TRES ...Cheever y Bellow se veían poco pero se querían/leían mucho. Y las cartas entre ellos (mientras que sus papeles más o menos privados los revelan más como duelistas respetuosos de las habilidades su rival) rebosan de afecto y admiración mutua. Se aprecian, tal vez, porque se saben opuestos complementarios: el judío Bellow es más apolíneo mientras que el protestante Cheever es más dionisíaco. Y hay por ahí una foto que a Rodríguez le gusta mucho: Cheever dando un discurso y Bellow riendo a carcajadas. Rodríguez se pregunta qué habrá dicho uno para que el otro se ría tanto y hace una anotación para no olvidarse de buscar el motivo en las monumentales biografías que Blake Bailey y Zachary Leader dedicaron a Cheever y a Bellow sabiendo que, por supuesto, no lo hará nunca porque le da miedo no averiguarlo y quedarse con la duda, con otra indudable duda más. Y así la interior intención cuadernaria es lo que sobrevivirá a la acción fuera de ellos, ahí afuera, cada vez más lejos.

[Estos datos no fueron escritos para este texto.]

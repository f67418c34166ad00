import { describe, expect, it } from 'vitest';
import { FirstOutGrouper } from './first-out.js';

const T0 = Date.UTC(2026, 2, 12, 9, 0, 0);

describe('FirstOutGrouper', () => {
  it('groups conditions that began within the window under the first one', () => {
    const g = new FirstOutGrouper(10_000);
    expect(g.assign('flow.x.LL', T0)).toEqual({ head: null });
    expect(g.assign('temperature.x.H', T0 + 4000)).toEqual({ head: 'flow.x.LL' });
    expect(g.assign('temperature.x.HH', T0 + 10_000)).toEqual({ head: 'flow.x.LL' });
  });

  it('measures the window from the first condition start, not from the latest', () => {
    const g = new FirstOutGrouper(10_000);
    g.assign('flow.x.LL', T0);
    g.assign('temperature.x.H', T0 + 9000);
    expect(g.assign('temperature.x.HH', T0 + 10_001)).toEqual({ head: null });
    expect(g.assign('stale.H', T0 + 12_000)).toEqual({ head: 'temperature.x.HH' });
  });

  it('makes the condition that began first the head, even when it is annunciated last (longer on-delay)', () => {
    // The flow fell first (t = 0) but its alarm waits out a 2 s on-delay; the trip that the
    // low flow caused drops the setpoints at t = 0.3 s and the deviation alarm (0.5 s on-delay)
    // is annunciated at t = 0.8 s, before the flow alarm at t = 2 s.
    const g = new FirstOutGrouper(10_000);
    expect(g.assign('currentDeviation.x.H', T0 + 300)).toEqual({ head: null });
    expect(g.assign('flow.x.L', T0)).toEqual({ head: null, replaced: 'currentDeviation.x.H' });
    expect(g.assign('temperature.x.H', T0 + 5000)).toEqual({ head: 'flow.x.L' });
  });

  it('keeps the head already chosen when two conditions began at the same moment', () => {
    const g = new FirstOutGrouper(10_000);
    g.assign('flow.x.L', T0);
    expect(g.assign('flow.y.L', T0)).toEqual({ head: 'flow.x.L' });
  });

  it('leaves a condition that began long before the group on its own', () => {
    const g = new FirstOutGrouper(10_000);
    g.assign('flow.x.L', T0 + 60_000);
    expect(g.assign('waterSupply.L', T0)).toEqual({ head: null });
    expect(g.assign('temperature.x.H', T0 + 61_000)).toEqual({ head: 'flow.x.L' });
  });

  it('keeps the first-out alarm ungrouped when it raises again within its window', () => {
    const g = new FirstOutGrouper(10_000);
    g.assign('flow.x.LL', T0);
    expect(g.assign('flow.x.LL', T0 + 2000)).toEqual({ head: null });
  });

  it('rejects a window that is not positive', () => {
    expect(() => new FirstOutGrouper(0)).toThrow(/more than 0 ms/);
  });
});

CUATRO ¿Se puede pedir a una Inteligencia Artificial que escriba como Bellow y Cheever? Seguramente sí; pero no. Además, se pregunta Rodríguez, si se necesita toda una botella de agua refrigerada para un texto cualquiera de cien palabras, entonces cuántos litros serán necesarios para humedecer el sueño más bien pesadilla de una falsificación de familias como los Wapshot o los March. Mejor, entonces, dejar a uno y a otro descansar en paz y --se lo teme Rodríguez-- algo no está funcionando muy bien si, como cabe suponerlo, se están provocando sequías con la aplicación de Artificiales Inteligencias a la hora de series y películas. Todas iguales, todas previsibles, todas tan pasajeras e instantáneamente olvidables (pero recordando a otras y ahí están esos calcos de Red Sparrow y Maverick que a su vez recordando a otras anteriores que son Ballerina y F-1 ya listas para ser recordadas por las que vendrán en cuestión de meses mientras Superman recuerda a los Kal-El que vinieron y por venir) al punto de convertir a productos apenas más humanos en algo memorable y digno de atención. Rodríguez piensa --series oficiosas y sobre oficios-- en la by numbers pero amable Stick (cortesía del cada vez más sutil a la hora de hacer de sí mismo Owen Wilson) o en la más indigesta con cada episodio The Bear (con sus atormentados aprendices de Anthony Bourdain jugando a la porno-epifanía y al buenismo bipolar y al diálogo encimado que en su momento supo patentar Robert Altman). O en todos esos daddy films con galanes maduros de pronto entrando en acción con Liam "Papa Vengativo" Neeson (aunque próximo a reinventarse como comediante en la inminente remake de The Naked Gun) como patriarca feroz. Otra cosa que Rodríguez jamás podrá ser o hacer más allá de una anotación en su cuaderno. Y mínimo consuelo: mientras siga escribiendo siempre podrá decirse que algún día será escritor.

CINCO Después de todo, cualquiera puede serlo, ¿no? Rodríguez tiembla gacetillas y espía solapas de novelas donde una autora incluye en sus currículm que está "especializada en contenidos en moda y belleza y tiene 7800 seguidores en IG, 800 en X y 500 en TikTok" y la editora de otra explica que "por momentos da ganas de quemar contenedores y de gritar bien fuerte que toda nuestra RaBia contenida también es la tUyA" (así, con esas entrometidas mayúsculas). Aberraciones de la naturaleza y monstruosidades a las que se quieren pasajeras; pero vaya uno a saber si alguna vez llegarán a sus justos y sin retorno destinos para ya no volver. Y, ay, tal vez no es que no pasa nada: es que ya pasó todo aquello que no debía pasar.

 

Así que, mejor, volver a mirar esa foto como postal recibida en el correo de la memoria y en la que --ambos son muertos inmortales y siempre próximos-- alguien dice algo y alguien se ríe de lo que dice. Y, seguro, es algo con contenido y que no da ganas de quemar nada y apenas --nada más y nada menos y todo más, sin rabia y con calma-- da ganas de leer y de escribir y de seguir leyendo y, haciéndolo, de ganar y de reencontrar la cabeza.